@pytest.mark.parametrize(("where", "values"), [
    (points(30, 3), np.full(30, np.nan)),
    (points(30, 3), np.where(np.arange(30) == 4, np.inf, 1.0)),
    (points(9, 3), np.arange(9.0)),
])
def test_what_does_not_determine_the_polynomial_is_refused(where: FloatArray, values: FloatArray) -> None:
    with pytest.raises(UnfinishedError):
        fit(where, values)


# --- the prediction of a line ---------------------------------------------------------------------------------------

FREE_SPACE = 376.730313668  # [ohm] impedance of free space, CODATA
SHAPES: tuple[Shape, ...] = ("normal", "truncated_normal", "uniform", "triangular", "lognormal")


def stripline_pair(shape: Shape = "normal", spread: float = 0.10) -> Process:
    """A zero-thickness pair between planes: what varies is etch, the two plies and their common Dk."""
    return process(
        variable("L1.etch", 0.0, shape="uniform" if shape == "lognormal" else shape, tolerance=spread),
        variable("P1.thickness", 200e-6, shape=shape, tolerance=spread),
        variable("C1.thickness", 200e-6, shape=shape, tolerance=spread, shift=-0.02),
        variable("P1.dk", 4.0, shape=shape, tolerance=0.5 * spread),
        variable("C9.dk", 4.0, shape=shape, tolerance=0.5 * spread),  # of another layer: does not reach the line
    )


def odd_impedance(*, width: FloatArray, gap: FloatArray, spacing: FloatArray, dk: FloatArray) -> FloatArray:
    """Odd-mode impedance [ohm] of a zero-thickness pair between planes; lengths in one unit. Exact.

    Source: S. B. Cohn, "Shielded coupled-strip transmission line", IRE Transactions on Microwave Theory and
    Techniques, volume 3, pages 29-38, October 1955.
    """
    modulus = np.tanh(0.5 * np.pi * width / spacing) / np.tanh(0.5 * np.pi * (width + gap) / spacing)
    return np.asarray(0.25 * FREE_SPACE / np.sqrt(dk) * ellipkm1(modulus**2) / ellipk(modulus**2), dtype=np.float64)


def dimensions(values: ProcessValues) -> tuple[FloatArray, FloatArray, FloatArray, FloatArray]:
    """Width, gap and spacing [m] and Dk of the pair, width and gap 150 um drawn, pitch held."""
    etch = values.etch("L1", width=150e-6)
    spacing = values.value("P1.thickness") + values.value("C1.thickness")
    return 150e-6 + etch, 150e-6 - etch, spacing, values.value("P1.dk")


def pair_impedance(values: ProcessValues) -> FloatArray:
    """Differential impedance [ohm] of the pair."""
    width, gap, spacing, dk = dimensions(values)
    return 2.0 * odd_impedance(width=width, gap=gap, spacing=spacing, dk=dk)


def pair_logarithms(values: ProcessValues) -> FloatArray:
    """Ratios of lengths, and Dk."""
    width, gap, spacing, dk = dimensions(values)
    return np.log([width / spacing, gap / spacing, dk])


def pair_predictor(known: Process, *, runs: int = 60, seed: int = 0) -> Predictor:
    return predictor_of(known, (0, 1, 2, 3), pair_impedance, pair_logarithms, runs=runs, seed=seed, width=150e-6)


@pytest.mark.parametrize(("width", "gap", "expected"), [
    (0.2, 0.1, 95.9401), (0.35, 0.1, 79.7570), (0.5, 0.2, 80.1034), (1.0, 0.05, 45.8393), (1.0, 0.5, 62.1571)])
def test_the_pair_used_here(width: float, gap: float, expected: float) -> None:
    """Values of Cohn's formula worked out independently and confirmed by finite elements to 0.02 %."""
    odd = odd_impedance(width=np.array([width]), gap=np.array([gap]), spacing=np.array([1.0]), dk=np.array([1.0]))
    assert odd[0] == pytest.approx(expected, abs=1e-4)


@pytest.mark.parametrize("shape", SHAPES)
def test_prediction_of_every_coupon_for_every_shape(shape: Shape) -> None:
    known = stripline_pair(shape)
    draws = draw_process(known, coupons=16384, chance=np.random.default_rng(8))
    error = pair_predictor(known).impedance(draws.germ) - pair_impedance(draws)
    assert np.sqrt(np.mean(error**2)) < 0.001
    assert np.max(np.abs(error)) < 0.05


def test_plies_that_act_through_their_sum_are_one_coordinate() -> None:
    """Four variables reach the pair; the two plies make one spacing, so that three coordinates are left."""
    assert pair_predictor(stripline_pair()).seen.coordinates.count == 3


def test_the_scale_of_all_lengths_is_no_coordinate() -> None:
    """Width, gap (held by the pitch) and spacing are three lengths; two ratios of them and Dk are what matters."""
    seen = pair_predictor(stripline_pair()).seen
    at = seen.logarithms(ProcessDraws(seen.process, np.zeros((1, 5))))
    assert np.linalg.matrix_rank(seen.coordinates.matrix) == 3
    assert seen.coordinates.of(at) == pytest.approx(np.zeros((1, 3)), abs=0.1)


def test_leave_one_out_tells_the_error_over_the_box_and_bounds_that_over_draws() -> None:
    known = stripline_pair(spread=0.15)
    draws = draw_process(known, coupons=4096, chance=np.random.default_rng(8))
    box = BoxValues(known, (0, 1, 2, 3), 150e-6, training_shares(4, runs=2048, chance=np.random.default_rng(99)))
    for seed in range(5):
        predictor = pair_predictor(known, runs=30, seed=seed)
        told = np.sqrt(np.mean(predictor.leave_one_out**2))
        over_box = np.std(predictor.impedance_of(box) - pair_impedance(box))
        over_draws = np.std(predictor.impedance(draws.germ) - pair_impedance(draws))
        assert 0.3 * over_box < told < 4.0 * over_box
        assert over_draws < told


def test_other_tolerances_and_shifts_within_the_box_need_no_new_fit() -> None:
    """A prediction fitted for one process, asked about another, against the exact pair."""
    predictor = pair_predictor(stripline_pair())
    others: tuple[tuple[Shape, float], ...] = (("normal", 0.05), ("uniform", 0.10), ("triangular", 0.12))
    for shape, spread in others:
        other = stripline_pair(shape, spread)
        draws = draw_process(other, coupons=4096, chance=np.random.default_rng(8))
        moved = replace(predictor, seen=replace(predictor.seen, process=other))
        error = moved.impedance(draws.germ) - pair_impedance(draws)
        assert np.sqrt(np.mean(error**2)) < 0.002
        assert np.max(np.abs(error)) < 0.05


def test_powers_of_lengths_and_permittivities_are_predicted_exactly() -> None:
    """ln Z is then linear in the logarithms, whatever the shape of the law."""
    names, powers = ("P1.thickness", "C1.thickness", "P1.dk"), np.array([0.7, -0.2, -0.5])
    for shape in SHAPES:
        known = stripline_pair(shape)

        def logarithms(values: ProcessValues) -> FloatArray:
            return np.log([values.value(name) for name in names])

        def power_law(values: ProcessValues) -> FloatArray:
            return np.asarray(80.0 * np.exp(powers @ (logarithms(values) - np.log([[200e-6], [200e-6], [1.0]]))))

        predictor = predictor_of(known, (1, 2, 3), power_law, logarithms, runs=40)
        draws = draw_process(known, coupons=1024, chance=np.random.default_rng(1))
        assert predictor.impedance(draws.germ) == pytest.approx(power_law(draws), rel=1e-6)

=-=-=-=-=

• [WHAT YOU HAVE TO DO]: I need every line of the data that has the word "where"; please list them.

• [RESPONSE TO THIS EXERCISE]:
@pytest.mark.parametrize(("where", "values"), [
    (points(30, 3), np.where(np.arange(30) == 4, np.inf, 1.0)),
def test_what_does_not_determine_the_polynomial_is_refused(where: FloatArray, values: FloatArray) -> None:
        fit(where, values)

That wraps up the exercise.